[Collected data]
*****

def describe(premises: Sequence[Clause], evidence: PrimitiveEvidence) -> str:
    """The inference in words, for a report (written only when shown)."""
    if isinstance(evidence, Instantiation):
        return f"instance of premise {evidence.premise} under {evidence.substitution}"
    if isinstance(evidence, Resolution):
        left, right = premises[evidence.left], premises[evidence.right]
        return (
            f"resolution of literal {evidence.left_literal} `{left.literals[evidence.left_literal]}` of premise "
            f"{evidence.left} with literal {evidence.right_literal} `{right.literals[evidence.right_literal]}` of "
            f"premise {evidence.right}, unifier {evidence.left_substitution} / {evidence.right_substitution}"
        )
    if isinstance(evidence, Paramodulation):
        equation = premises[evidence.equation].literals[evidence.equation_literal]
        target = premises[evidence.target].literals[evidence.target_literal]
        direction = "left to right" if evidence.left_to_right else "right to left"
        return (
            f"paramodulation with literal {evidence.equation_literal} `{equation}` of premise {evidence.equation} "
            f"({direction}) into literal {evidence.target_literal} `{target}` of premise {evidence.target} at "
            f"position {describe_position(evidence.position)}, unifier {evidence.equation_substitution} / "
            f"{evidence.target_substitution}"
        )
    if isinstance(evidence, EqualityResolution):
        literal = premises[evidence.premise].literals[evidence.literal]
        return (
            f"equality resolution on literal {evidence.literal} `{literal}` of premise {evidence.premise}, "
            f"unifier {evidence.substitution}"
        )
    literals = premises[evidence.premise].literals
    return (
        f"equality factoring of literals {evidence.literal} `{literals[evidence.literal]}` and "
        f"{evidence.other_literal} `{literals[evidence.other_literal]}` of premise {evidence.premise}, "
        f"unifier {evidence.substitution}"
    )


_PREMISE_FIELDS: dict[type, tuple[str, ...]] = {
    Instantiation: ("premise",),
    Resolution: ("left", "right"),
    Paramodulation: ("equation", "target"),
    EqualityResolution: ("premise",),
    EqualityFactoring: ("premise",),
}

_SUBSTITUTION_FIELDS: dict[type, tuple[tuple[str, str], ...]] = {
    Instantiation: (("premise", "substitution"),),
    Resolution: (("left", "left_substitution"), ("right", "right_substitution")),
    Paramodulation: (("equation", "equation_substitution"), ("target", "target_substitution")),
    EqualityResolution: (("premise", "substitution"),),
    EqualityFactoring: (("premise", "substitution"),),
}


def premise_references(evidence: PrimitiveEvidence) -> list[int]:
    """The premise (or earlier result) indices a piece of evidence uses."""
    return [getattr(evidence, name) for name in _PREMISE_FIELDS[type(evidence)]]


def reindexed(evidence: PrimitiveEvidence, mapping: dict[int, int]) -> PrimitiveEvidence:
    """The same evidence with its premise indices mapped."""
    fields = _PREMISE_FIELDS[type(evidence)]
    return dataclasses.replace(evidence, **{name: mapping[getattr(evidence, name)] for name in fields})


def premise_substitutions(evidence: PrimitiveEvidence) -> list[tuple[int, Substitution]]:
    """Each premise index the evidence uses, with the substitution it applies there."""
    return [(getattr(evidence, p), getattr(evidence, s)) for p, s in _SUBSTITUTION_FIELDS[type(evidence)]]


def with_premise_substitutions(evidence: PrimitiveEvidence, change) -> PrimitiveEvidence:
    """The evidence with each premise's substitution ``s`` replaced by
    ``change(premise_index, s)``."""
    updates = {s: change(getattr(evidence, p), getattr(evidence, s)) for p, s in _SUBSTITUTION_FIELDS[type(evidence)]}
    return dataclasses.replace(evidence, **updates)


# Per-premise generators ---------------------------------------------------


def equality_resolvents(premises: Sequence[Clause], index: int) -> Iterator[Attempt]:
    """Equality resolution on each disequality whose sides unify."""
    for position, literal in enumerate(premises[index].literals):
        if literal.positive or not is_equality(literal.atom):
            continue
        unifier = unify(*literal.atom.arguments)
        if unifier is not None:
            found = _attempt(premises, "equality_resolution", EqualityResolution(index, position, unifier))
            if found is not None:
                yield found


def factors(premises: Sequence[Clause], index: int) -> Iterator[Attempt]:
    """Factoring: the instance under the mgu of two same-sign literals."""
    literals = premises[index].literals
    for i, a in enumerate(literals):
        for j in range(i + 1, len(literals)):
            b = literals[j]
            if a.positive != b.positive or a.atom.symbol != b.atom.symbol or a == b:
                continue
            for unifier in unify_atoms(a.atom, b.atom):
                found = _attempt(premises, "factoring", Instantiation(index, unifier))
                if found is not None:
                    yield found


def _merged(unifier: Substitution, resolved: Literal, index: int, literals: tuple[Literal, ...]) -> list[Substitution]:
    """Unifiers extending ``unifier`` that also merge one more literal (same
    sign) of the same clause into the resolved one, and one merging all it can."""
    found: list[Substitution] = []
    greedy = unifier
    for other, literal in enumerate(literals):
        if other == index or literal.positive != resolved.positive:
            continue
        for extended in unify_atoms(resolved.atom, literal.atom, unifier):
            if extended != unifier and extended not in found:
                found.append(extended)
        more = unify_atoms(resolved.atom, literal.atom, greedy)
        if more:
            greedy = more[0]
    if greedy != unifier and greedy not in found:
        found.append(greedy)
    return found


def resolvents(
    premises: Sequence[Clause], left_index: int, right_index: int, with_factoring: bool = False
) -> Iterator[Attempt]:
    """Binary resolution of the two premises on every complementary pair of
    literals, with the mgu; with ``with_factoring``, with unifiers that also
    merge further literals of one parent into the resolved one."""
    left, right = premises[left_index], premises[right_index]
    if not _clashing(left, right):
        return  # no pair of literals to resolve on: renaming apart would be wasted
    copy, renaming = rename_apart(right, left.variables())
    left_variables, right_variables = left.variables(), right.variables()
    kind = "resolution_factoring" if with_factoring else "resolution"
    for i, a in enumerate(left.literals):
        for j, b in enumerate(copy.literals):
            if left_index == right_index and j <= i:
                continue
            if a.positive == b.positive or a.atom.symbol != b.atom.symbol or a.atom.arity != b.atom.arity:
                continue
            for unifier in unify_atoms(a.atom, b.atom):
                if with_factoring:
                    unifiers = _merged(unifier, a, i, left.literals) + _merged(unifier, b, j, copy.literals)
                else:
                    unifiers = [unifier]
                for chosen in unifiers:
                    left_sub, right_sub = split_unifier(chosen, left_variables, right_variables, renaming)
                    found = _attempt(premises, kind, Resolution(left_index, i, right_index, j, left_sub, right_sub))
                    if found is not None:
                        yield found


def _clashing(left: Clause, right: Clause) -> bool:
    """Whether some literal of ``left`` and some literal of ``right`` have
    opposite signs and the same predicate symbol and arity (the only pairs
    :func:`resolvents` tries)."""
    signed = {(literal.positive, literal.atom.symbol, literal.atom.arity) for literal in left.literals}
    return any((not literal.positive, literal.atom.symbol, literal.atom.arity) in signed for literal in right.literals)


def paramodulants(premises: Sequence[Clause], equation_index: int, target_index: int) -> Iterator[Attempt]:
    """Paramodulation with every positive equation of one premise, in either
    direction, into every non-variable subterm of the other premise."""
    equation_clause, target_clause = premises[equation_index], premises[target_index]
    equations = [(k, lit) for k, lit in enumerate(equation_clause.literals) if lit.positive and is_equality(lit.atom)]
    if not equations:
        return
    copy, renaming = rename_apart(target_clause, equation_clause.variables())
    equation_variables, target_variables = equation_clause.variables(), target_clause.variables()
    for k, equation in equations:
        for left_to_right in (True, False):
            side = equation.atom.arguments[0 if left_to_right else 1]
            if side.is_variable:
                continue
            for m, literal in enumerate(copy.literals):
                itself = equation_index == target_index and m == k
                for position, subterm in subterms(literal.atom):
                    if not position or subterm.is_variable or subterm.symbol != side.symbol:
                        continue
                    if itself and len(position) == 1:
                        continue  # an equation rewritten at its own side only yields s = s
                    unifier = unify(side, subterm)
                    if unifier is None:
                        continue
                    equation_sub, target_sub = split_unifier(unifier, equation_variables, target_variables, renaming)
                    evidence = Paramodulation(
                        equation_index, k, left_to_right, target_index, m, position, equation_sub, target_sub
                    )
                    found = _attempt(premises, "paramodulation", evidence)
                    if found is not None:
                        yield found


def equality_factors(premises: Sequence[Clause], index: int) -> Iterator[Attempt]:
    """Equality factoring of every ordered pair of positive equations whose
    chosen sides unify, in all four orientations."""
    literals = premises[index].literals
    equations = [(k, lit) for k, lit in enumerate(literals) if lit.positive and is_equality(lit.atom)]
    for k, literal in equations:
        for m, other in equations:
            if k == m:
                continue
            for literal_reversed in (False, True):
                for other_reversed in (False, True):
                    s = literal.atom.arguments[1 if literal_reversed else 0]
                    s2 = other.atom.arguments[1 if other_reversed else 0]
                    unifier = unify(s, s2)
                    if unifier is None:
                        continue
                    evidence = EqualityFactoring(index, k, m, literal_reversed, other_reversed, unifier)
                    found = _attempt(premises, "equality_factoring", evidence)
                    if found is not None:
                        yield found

*****

Exercise:
In the entries above, find each line with the word "arguments" and return it.

Answer box:
        unifier = unify(*literal.atom.arguments)
            side = equation.atom.arguments[0 if left_to_right else 1]
                    s = literal.atom.arguments[1 if literal_reversed else 0]
                    s2 = other.atom.arguments[1 if other_reversed else 0]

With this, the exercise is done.